RALEIGH, N.C. - It's not getting any better when it comes to reducing the rate of medical errors occurring in North Carolina, according to a recent study published in the "New England Journal of Medicine." As a patient in the Tarheel State, you have a 1-in-5 chance of being harmed by a medical mistake, researchers found.

Laurie Sanders, executive director of the North Carolina Coalition for Patient Safety, suspects that statistic could be just the tip of the iceberg. Among her criticisms, she says a research method that focused on only the original charts of the 2,300 patients studied doesn't tell the whole story.

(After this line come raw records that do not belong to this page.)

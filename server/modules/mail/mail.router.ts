import { mailParamsSchema } from "@shared/schemas/mail";
import { emptyBodySchema } from "@shared/schemas/people";

import { defineRoute, type NetworkAccess } from "../../lib/routes";
import * as mail from "./mail.service";

const networkAdministrators: NetworkAccess = { kind: "network", permission: "resend:mail:network" };

export const mailRoutes = [
  defineRoute({
    method: "get",
    path: "/mail/undelivered",
    summary: "E-mail to the network's people that may not have arrived (uncertain or failed)",
    access: networkAdministrators,
    async handle({ res, deps, auth }) {
      res.json({ mail: await mail.listUndelivered(deps, auth) });
    },
  }),
  defineRoute({
    method: "post",
    path: "/mail/:mailId/resend",
    summary: "Send an uncertain or failed e-mail again (once, however often it is asked)",
    access: networkAdministrators,
    params: mailParamsSchema,
    body: emptyBodySchema,
    async handle({ res, deps, auth, params, actor }) {
      res.json(await mail.resend(deps, auth, params.mailId, actor));
    },
  }),
];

"I've read many charts where there have been medical errors, death, injury - and when you go back to the original chart, you cannot even tell that anything went wrong."

North Carolina was selected for the study because the state enacted patient safety changes after a 1999 study. Among the most common preventable errors found were bleeding during an operation, breathing troubles and infections.

Sanders became a patient advocate after her son died as a result of a medical error when he was 5 years old. She says she's disappointed there has been no improvement in the number of medical errors, according to this recent research.

"Can you imagine any other industry being given 10 years to improve their safety record and failing to do so and not having consequences? They've been given all these resources and it simply isn't working."

In addition to the desire to reduce medical errors, proponents for change, like Sanders, emphasize the additional health care cost burden to the system when mistakes are made.